===== ENTRIES PROVIDED =====
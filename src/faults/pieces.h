/* SPDX-License-Identifier: GPL-3.0-or-later */
#ifndef FAULTS_PIECES_H
#define FAULTS_PIECES_H

/*
 * What families do to the wires of a run. A run's conductor is a chain of pieces, each going from
 * its `a`, towards the run's near place, to its `b`, towards the far one; faults applied before
 * may have split it, moved its ends or taken it out.
 */

#include "network/wiring.h"

/* Takes out every piece of that run's conductor. */
void pieces_take_out(struct wiring *wiring, size_t run, enum conductor conductor);

/* Puts a resistor of `ohms` in series at the run's far end, as a piece of the run; nothing where
 * the conductor is taken out. Adds a node and a wire. */
void pieces_splice(struct wiring *wiring, size_t run, enum conductor conductor, double ohms,
                   int parameter);

/* The piece whose `b` is the run's far end; NULL where the conductor is taken out. */
struct wire *pieces_far_end(struct wiring *wiring, size_t run, enum conductor conductor);

#endif
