/* SPDX-License-Identifier: GPL-3.0-or-later */
#include "cli/review_pages.h"

#include "advice/advice.h"
#include "base/error.h"
#include "cli/file.h"
#include "report/archive_page.h"
#include "report/page.h"
#include "review/input.h"

#include <errno.h>
#include <stdio.h>
#include <string.h>
#include <sys/stat.h>

/* Names are the program's own, since those of jobs can be anything. */
struct pages {
    const char *folder;
    const struct rf_models *models;
    const struct rf_review *review;
    struct page_name names[WORST_SHOWN]; /* as review->worst */
    size_t written;
};

static enum rf_status write_in(const struct pages *pages, const char *name,
                               const struct text *content, struct rf_error *error)
{
    struct text path = {0};
    text_addf(&path, "%s/%s", pages->folder, name);
    enum rf_status status =
        path.failed ? fail_memory(error) : file_write(path.bytes, content, error);
    text_finish(&path);
    return status;
}

static enum rf_status write_job(struct pages *pages, size_t worst, const struct rf_job *job,
                                struct rf_error *error)
{
    struct rf_diagnosis *diagnosis = NULL;
    struct rf_advice *advice = NULL;
    struct text page = {0};
    struct page_name file;
    snprintf(file.name, sizeof file.name, "job-%llu.html",
             (unsigned long long)pages->review->worst[worst].number);
    enum rf_status status = rf_diagnose(job, pages->models, &diagnosis, error);
    if (status == RF_OK)
        status = rf_advise(diagnosis, &advice, error);
    if (status == RF_OK)
        status = report_page(diagnosis, advice, &page, error);
    if (status == RF_OK)
        status = write_in(pages, file.name, &page, error);
    if (status == RF_OK) {
        pages->names[worst] = file;
        pages->written++;
    }
    text_finish(&page);
    rf_advice_destroy(advice);
    rf_diagnosis_destroy(diagnosis);
    return status;
}

/* The job's rank among the worst, n_worst where it has none. Files may have changed since. */
static size_t rank_of(const struct rf_review *review, uint64_t number, const char *name)
{
    size_t i = 0;
    while (i < review->n_worst &&
           (review->worst[i].number != number || strcmp(review->worst[i].job, name) != 0))
        i++;
    return i;
}

/* What is refused now was refused, and told, before. */
static enum rf_status write_jobs(struct pages *pages, struct review_input *input,
                                 struct rf_error *error)
{
    enum rf_status status = RF_OK;
    uint64_t number = 0;
    while (pages->written < pages->review->n_worst) {
        struct rf_job *job = NULL;
        struct rf_error refusal;
        status = review_input_next(input, &job, &refusal);
        if (status == RF_MEMORY)
            return fail_memory(error);
        if (status != RF_OK)
            continue;
        if (job == NULL)
            break;
        size_t worst = rank_of(pages->review, ++number, rf_job_name(job));
        if (worst < pages->review->n_worst)
            status = write_job(pages, worst, job, error);
        rf_job_destroy(job);
        if (status != RF_OK)
            return status;
    }
    return RF_OK;
}

enum rf_status write_review_pages(const struct invocation *invocation,
                                  const struct rf_models *models, const struct rf_review *review,
                                  struct rf_error *error)
{
    struct pages pages = {
        .folder = option_value(invocation, "page"), .models = models, .review = review};
    struct review_input *input = NULL;
    struct text index = {0};
    if (mkdir(pages.folder, 0777) != 0 && errno != EEXIST)
        return fail(error, RF_IO, "%s: cannot be made: %s", pages.folder, strerror(errno));
    enum rf_status status =
        review_input_open(invocation->operands, invocation->n_operands, &input, error);
    if (status == RF_OK)
        status = write_jobs(&pages, input, error);
    if (status == RF_OK)
        status = report_archive_page(review, pages.names, &index, error);
    if (status == RF_OK)
        status = write_in(&pages, "index.html", &index, error);
    review_input_close(input);
    text_finish(&index);
    return status;
}
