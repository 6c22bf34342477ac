/* SPDX-License-Identifier: GPL-3.0-or-later */
#ifndef TESTS_OUTSIDE_PLAIN_H
#define TESTS_OUTSIDE_PLAIN_H

/*
 * A second reading of what the set-ups and the families of faults are said to do, written from
 * their definitions and sharing no code with src/network or src/faults: it takes no wiring and
 * changes none, but states for a recorded ring, its faults and a set-up which resistors there are.
 * A resistor of 0 Ω joins two nodes. Only the values that say which fault it is are taken over.
 */

#include "faults/fault.h"

#include "../rings.h"

#include <check.h>

enum { PLAIN_RESISTORS = 256, PLAIN_NODES = 256 };

struct plain {
    const struct rf_job *job;
    const struct rf_models *models;
    const struct hypothesis *faults;
    double value; /* Ω or m, of every fault that has a parameter */
    const char *setup;
    struct {
        int a, b;
        double ohms;
    } resistors[PLAIN_RESISTORS];
    size_t n_resistors;
    int n_loose; /* ends that hang in the air */
};

/* Nodes: terminals, fronts, a tee for each fault, loose ends. */
static inline int plain_terminal(int conductor, size_t place)
{
    return (int)(3 * place) + conductor;
}
static inline int plain_front(const struct plain *plain, int conductor, size_t place)
{
    return plain_terminal(conductor, plain->job->n_places + place);
}
static inline int plain_tee(const struct plain *plain, int conductor, size_t fault)
{
    return plain_terminal(conductor, 2 * plain->job->n_places + fault);
}
static inline int plain_loose_end(struct plain *plain)
{
    int node = plain_terminal(0, 2 * plain->job->n_places + FAULTS_AT_ONCE) + plain->n_loose++;
    ck_assert_int_lt(node, PLAIN_NODES);
    return node;
}

static inline void plain_add(struct plain *plain, int a, int b, double ohms)
{
    ck_assert_uint_lt(plain->n_resistors, PLAIN_RESISTORS);
    plain->resistors[plain->n_resistors].a = a;
    plain->resistors[plain->n_resistors].b = b;
    plain->resistors[plain->n_resistors++].ohms = ohms;
}

static inline bool is_family(const struct fault *fault, const char *name)
{
    return strcmp(fault->family->name, name) == 0;
}

/* The other conductor of a pair; the conductor itself where it is none of the pair's. */
static inline int plain_other(enum pair pair, int conductor)
{
    static const int other[3][3] = {{1, 0, 2}, {2, 1, 0}, {0, 2, 1}};
    return other[pair][conductor];
}

static inline double plain_ohm_per_m(const struct plain *plain, double live, double cpc,
                                     int conductor)
{
    double mm2 = conductor < 2 ? live : isnan(cpc) ? 1.5 : cpc, at_20 = NAN;
    for (size_t i = 0; i < plain->models->n_sizes; i++)
        if (plain->models->sizes[i].mm2 > mm2 - 0.01 && plain->models->sizes[i].mm2 < mm2 + 0.01)
            at_20 = plain->models->sizes[i].ohm_per_m;
    return at_20 * (1 + 0.00393 * (plain->job->temperature_c - 20));
}

static inline bool plain_is_end(const struct plain *plain, const struct fault *fault, size_t place)
{
    return place == (fault->leg_in ? plain->job->n_ring + 1 : 0);
}

/* One conductor of one run, with whatever the faults do to it. */
static inline void plain_run(struct plain *plain, size_t run, int conductor)
{
    const struct place *far = &plain->job->places[run + 1];
    const size_t near_place = run <= plain->job->n_ring ? run : far->from;
    double live = far->live_mm2, cpc = far->cpc_mm2, series = 0.0;
    int from = plain_terminal(conductor, near_place), to = plain_terminal(conductor, run + 1);
    for (size_t i = 0; i < plain->faults->n_faults; i++) {
        const struct fault *f = &plain->faults->faults[i];
        bool here = f->run == run && (f->conductor == conductor || f->conductor == 3);
        if (is_family(f, "break") && here)
            return;
        if (is_family(f, "joint") && here)
            series += plain->value;
        if (is_family(f, "transposed") && f->run == run)
            to = plain_terminal(plain_other(f->pair, conductor), run + 1);
        if (is_family(f, "size")) {
            live = f->live_mm2;
            cpc = f->cpc_mm2;
        }
        if (is_family(f, "wrong_leg")) {
            if (plain_is_end(plain, f, near_place))
                from = plain_loose_end(plain);
            if (plain_is_end(plain, f, run + 1))
                to = plain_loose_end(plain);
        }
        if (is_family(f, "spur") && run <= plain->job->n_ring) {
            size_t first = f->chain[0], last = f->chain[f->chain_length - 1];
            if (run + 1 == (first < last ? first : last))
                to = plain_tee(plain, conductor, i);
            if (run == (first < last ? last : first))
                from = plain_tee(plain, conductor, i);
        }
    }
    double metres = isnan(far->run_m) ? 5.0 : far->run_m;
    plain_add(plain, from, to, series + metres * plain_ohm_per_m(plain, live, cpc, conductor));
}

/* From a point's terminals to its front. */
static inline void plain_accessory(struct plain *plain, size_t place, int conductor)
{
    int to = conductor;
    double ohms = 0.0;
    for (size_t i = 0; i < plain->faults->n_faults; i++) {
        const struct fault *f = &plain->faults->faults[i];
        if (f->place != place)
            continue;
        if (is_family(f, "switched_off") &&
            (conductor == 0 || (conductor == 1 && f->poles == POLES_LN)))
            return;
        if (is_family(f, "reversal"))
            to = plain_other(f->pair, conductor);
        if (is_family(f, "contact") && f->conductor == conductor) {
            if (f->open)
                return;
            ohms += plain->value;
        }
    }
    plain_add(plain, plain_front(plain, conductor, place), plain_terminal(to, place), ohms);
}

/* What a fault adds. */
static inline void plain_addition(struct plain *plain, size_t fault)
{
    static const int first[3] = {0, 0, 1}, second[3] = {1, 2, 2};
    const struct fault *f = &plain->faults->faults[fault];
    const struct rf_job *job = plain->job;
    if (is_family(f, "load"))
        plain_add(plain, plain_front(plain, 0, f->place), plain_front(plain, 1, f->place),
                  plain->value);
    if (is_family(f, "short"))
        plain_add(plain, plain_terminal(first[f->pair], f->place),
                  plain_terminal(second[f->pair], f->place), plain->value);
    if (is_family(f, "parallel"))
        plain_add(plain, plain_terminal(2, f->place), plain_terminal(2, f->other), plain->value);
    for (int c = 0; c < 3; c++) {
        double ohms = plain->value * plain_ohm_per_m(plain, job->live_mm2, job->cpc_mm2, c);
        if (is_family(f, "interconnection"))
            plain_add(plain, plain_terminal(c, f->place), plain_terminal(c, f->other), ohms);
        if (is_family(f, "spur"))
            plain_add(plain, plain_tee(plain, c, fault), plain_terminal(c, f->chain[0]), ohms);
    }
}

static inline bool begins(const char *text, const char *with)
{
    return strncmp(text, with, strlen(with)) == 0;
}

/* The conductors of the set-up's pair, by the end of its name. */
static inline void plain_pair(const char *setup, int *first, int *second)
{
    const char *letters = setup + strlen(setup) - 2;
    *first = letters[0] == 'l' ? 0 : 1;
    *second = letters[1] == 'n' ? 1 : 2;
}

/* One link, from the pair's first conductor at `end` to the second's at `other`. */
static inline void plain_link(struct plain *plain, bool end_in, bool other_in)
{
    int first, second;
    double ohms = 0.0;
    size_t in = plain->job->n_ring + 1;
    plain_pair(plain->setup, &first, &second);
    for (size_t i = 0; i < plain->faults->n_faults; i++) {
        const struct fault *f = &plain->faults->faults[i];
        if (is_family(f, "not_crossed") && strcmp(setups[f->setup].name, plain->setup) == 0)
            other_in = end_in;
        if (is_family(f, "bad_link") && strcmp(setups[f->setup].name, plain->setup) == 0 &&
            f->leg_in == end_in) {
            if (f->open)
                return;
            ohms += plain->value;
        }
    }
    plain_add(plain, plain_terminal(first, end_in ? in : 0),
              plain_terminal(second, other_in ? in : 0), ohms);
}

static inline void plain_links(struct plain *plain)
{
    if (begins(plain->setup, "cross_")) {
        plain_link(plain, false, true);
        plain_link(plain, true, false);
    } else if (begins(plain->setup, "link_out_")) {
        plain_link(plain, false, false);
    } else if (begins(plain->setup, "link_in_")) {
        plain_link(plain, true, true);
    }
}

/* All resistors there are. A family this file does not know ends the test. */
static inline void plain_state(struct plain *plain, const struct rf_job *job,
                               const struct rf_models *models, const struct hypothesis *faults,
                               double value, const char *setup)
{
    static const char *const known[] = {
        "none", "break",     "joint",       "contact",  "switched_off", "load",
        "spur", "reversal",  "short",       "parallel", "transposed",   "interconnection",
        "size", "wrong_leg", "not_crossed", "bad_link", "not_nulled"};
    *plain = (struct plain){
        .job = job, .models = models, .faults = faults, .value = value, .setup = setup};
    for (size_t i = 0; i < faults->n_faults; i++) {
        bool is_known = false;
        for (size_t k = 0; k < sizeof known / sizeof *known; k++)
            is_known = is_known || is_family(&faults->faults[i], known[k]);
        ck_assert_msg(is_known, "state what the family %s does in plain.h",
                      faults->faults[i].family->name);
        plain_addition(plain, i);
    }
    for (int c = 0; c < 3; c++) {
        for (size_t run = 0; run + 1 < job->n_places; run++)
            plain_run(plain, run, c);
        for (size_t place = 0; place < job->n_places; place++)
            if (place != 0 && place != job->n_ring + 1 &&
                job->places[place].kind != KIND_JUNCTION_BOX)
                plain_accessory(plain, place, c);
    }
    plain_links(plain);
}

/* Where the meter is put: a key of a job file ("board", "l" …), or NULL with the place of a point. */
static inline void plain_probe(const struct plain *plain, const char *key, size_t place, int *a,
                               int *b)
{
    const char *setup = plain->setup;
    size_t in = plain->job->n_ring + 1;
    int first = 0, second = 0;
    if (begins(setup, "end_to_end")) {
        first = key[0] == 'l' ? 0 : key[0] == 'n' ? 1 : 2;
        *a = plain_terminal(first, 0);
        *b = plain_terminal(first, in);
        return;
    }
    if (begins(setup, "lead_")) {
        char letter = setup[strlen(setup) - 1];
        first = letter == 'l' ? 0 : letter == 'n' ? 1 : 2;
        *a = plain_terminal(first, begins(setup, "lead_in_") ? in : 0);
        *b = plain_front(plain, first, place);
        return;
    }
    plain_pair(setup, &first, &second);
    if (key == NULL) {
        *a = plain_front(plain, first, place);
        *b = plain_front(plain, second, place);
    } else {
        bool at_in = strcmp(key, "in") == 0;
        *a = plain_terminal(first, at_in ? in : 0);
        *b = plain_terminal(second, at_in ? in : 0);
    }
}

/* Ω on every reading. */
static inline double plain_offset(const struct plain *plain)
{
    double ohms = 0.0;
    for (size_t i = 0; i < plain->faults->n_faults; i++)
        if (is_family(&plain->faults->faults[i], "not_nulled"))
            ohms += plain->value;
    return ohms;
}

#endif
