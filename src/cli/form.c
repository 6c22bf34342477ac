/* SPDX-License-Identifier: GPL-3.0-or-later */
#include "cli/form.h"

#include "base/error.h"
#include "job/job_parse.h"
#include "job/job_write.h"

#include <stdio.h>
#include <stdlib.h>
#include <string.h>

cJSON *form_object(cJSON *in, const char *key)
{
    cJSON *object = cJSON_GetObjectItemCaseSensitive(in, key);
    return object != NULL ? object : cJSON_AddObjectToObject(in, key);
}

cJSON *form_ring(const struct form *form)
{
    return cJSON_GetObjectItemCaseSensitive(form->document, "ring");
}

enum rf_status form_lay_points(struct form *form, struct rf_error *error)
{
    cJSON *ring = form_object(form->document, "ring");
    cJSON *points = cJSON_GetObjectItemCaseSensitive(ring, "points");
    if (ring != NULL && points == NULL)
        points = cJSON_AddArrayToObject(ring, "points");
    if (points == NULL)
        return fail_memory(error);
    while ((size_t)cJSON_GetArraySize(points) > form->n_points)
        cJSON_DeleteItemFromArray(points, cJSON_GetArraySize(points) - 1);
    for (size_t i = (size_t)cJSON_GetArraySize(points); i < form->n_points; i++) {
        char id[24];
        snprintf(id, sizeof id, "P%zu", i + 1);
        cJSON *point = cJSON_CreateObject();
        if (point == NULL || cJSON_AddStringToObject(point, "id", id) == NULL ||
            !cJSON_AddItemToArray(points, point)) {
            cJSON_Delete(point);
            return fail_memory(error);
        }
    }
    return RF_OK;
}

/* Index of the spur point in the list, or its length. */
static int find_spur(const cJSON *spurs, const char *id)
{
    int i = 0;
    const cJSON *spur;
    cJSON_ArrayForEach(spur, spurs) {
        if (strcmp(cJSON_GetObjectItemCaseSensitive(spur, "id")->valuestring, id) == 0)
            break;
        i++;
    }
    return i;
}

enum rf_status form_hang_spur(struct form *form, size_t spur, const char *from,
                              struct rf_error *error)
{
    char id[24];
    cJSON *ring = form_ring(form), *spurs = cJSON_GetObjectItemCaseSensitive(ring, "spurs");
    snprintf(id, sizeof id, "S%zu", spur + 1);
    if (spurs == NULL && from == NULL)
        return RF_OK;
    if (spurs == NULL)
        spurs = cJSON_AddArrayToObject(ring, "spurs");
    if (spurs == NULL)
        return fail_memory(error);
    int at = find_spur(spurs, id);
    cJSON *point = cJSON_GetArrayItem(spurs, at);
    if (from == NULL) {
        cJSON_DeleteItemFromArray(spurs, at);
        if (spurs->child == NULL)
            cJSON_DeleteItemFromObjectCaseSensitive(ring, "spurs");
        return RF_OK;
    }
    if (point == NULL) {
        point = cJSON_CreateObject();
        if (point == NULL || cJSON_AddStringToObject(point, "id", id) == NULL ||
            !cJSON_AddItemToArray(spurs, point)) {
            cJSON_Delete(point);
            return fail_memory(error);
        }
    }
    cJSON_DeleteItemFromObjectCaseSensitive(point, "from");
    return cJSON_AddStringToObject(point, "from", from) != NULL ? RF_OK : fail_memory(error);
}

enum rf_status form_choose_setups(struct form *form, const char *list, struct rf_error *error)
{
    const char *names[N_SETUPS];
    for (size_t i = 0; i < N_SETUPS; i++)
        names[i] = setups[i].name;
    form->n_setups = 0;
    for (const char *at = list; *at != '\0';) {
        char name[64];
        size_t length = strcspn(at, ", ");
        snprintf(name, sizeof name, "%.*s", (int)(length < 63 ? length : 63), at);
        at += length;
        at += strspn(at, ", ");
        if (length == 0)
            continue;
        size_t setup = setup_find(name);
        if (setup == N_SETUPS) {
            const char *nearest = text_nearest(name, names, N_SETUPS);
            return fail(error, RF_USAGE, "no set-up %s; %s%s%s", name,
                        nearest != NULL ? "did you mean " : "there are end_to_end, cross_ln, ",
                        nearest != NULL ? nearest : "link_out_ln, lead_out_l, apart_ln and so on",
                        nearest != NULL ? "?" : "");
        }
        for (size_t i = 0; i < form->n_setups; i++)
            if (form->setups[i] == setup)
                return fail(error, RF_USAGE, "set-up %s twice; needs it once", name);
        form->setups[form->n_setups++] = setup;
    }
    return RF_OK;
}

enum rf_status form_job(const struct form *form, struct rf_job **job, struct rf_error *error)
{
    cJSON *copy = cJSON_Duplicate(form->document, true);
    *job = NULL;
    if (copy == NULL)
        return fail_memory(error);
    return job_from_document(copy, NULL, form->path, 0, job, error);
}

/* JSON has no empty cells; a set-up to be read stands there as an empty object. */
static enum rf_status write_json(const struct form *form, struct text *out, struct rf_error *error)
{
    cJSON *copy = cJSON_Duplicate(form->document, true);
    cJSON *readings = copy != NULL ? form_object(copy, "readings") : NULL;
    bool good = readings != NULL;
    for (size_t i = 0; i < form->n_setups && good; i++)
        good = form_object(readings, setups[form->setups[i]].name) != NULL;
    enum rf_status status = good ? job_write_document(copy, out, error) : fail_memory(error);
    cJSON_Delete(copy);
    return status;
}

enum rf_status form_save(struct form *form, struct rf_error *error)
{
    struct text out = {0};
    enum rf_status status = form->as_json ? write_json(form, &out, error)
                                          : sheet_write(form->document, &form->style, form->setups,
                                                        form->n_setups, &out, error);
    if (status == RF_OK)
        status = form->hold == NULL ? file_create(form->path, &out, &form->hold, error)
                                    : file_replace(form->hold, &out, error);
    text_finish(&out);
    return status;
}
=====
WORK REQUIRED: Output each line of the records above exactly, beginning at the first, and stop once the line containing "run's conductor. */" has been output.

WRITTEN SOLUTION:
filename src/faults/pieces.h
/* SPDX-License-Identifier: GPL-3.0-or-later */
#ifndef FAULTS_PIECES_H
#define FAULTS_PIECES_H

/*
 * What families do to the wires of a run. A run's conductor is a chain of pieces, each going from
 * its `a`, towards the run's near place, to its `b`, towards the far one; faults applied before
 * may have split it, moved its ends or taken it out.
 */

#include "network/wiring.h"

/* Takes out every piece of that run's conductor. */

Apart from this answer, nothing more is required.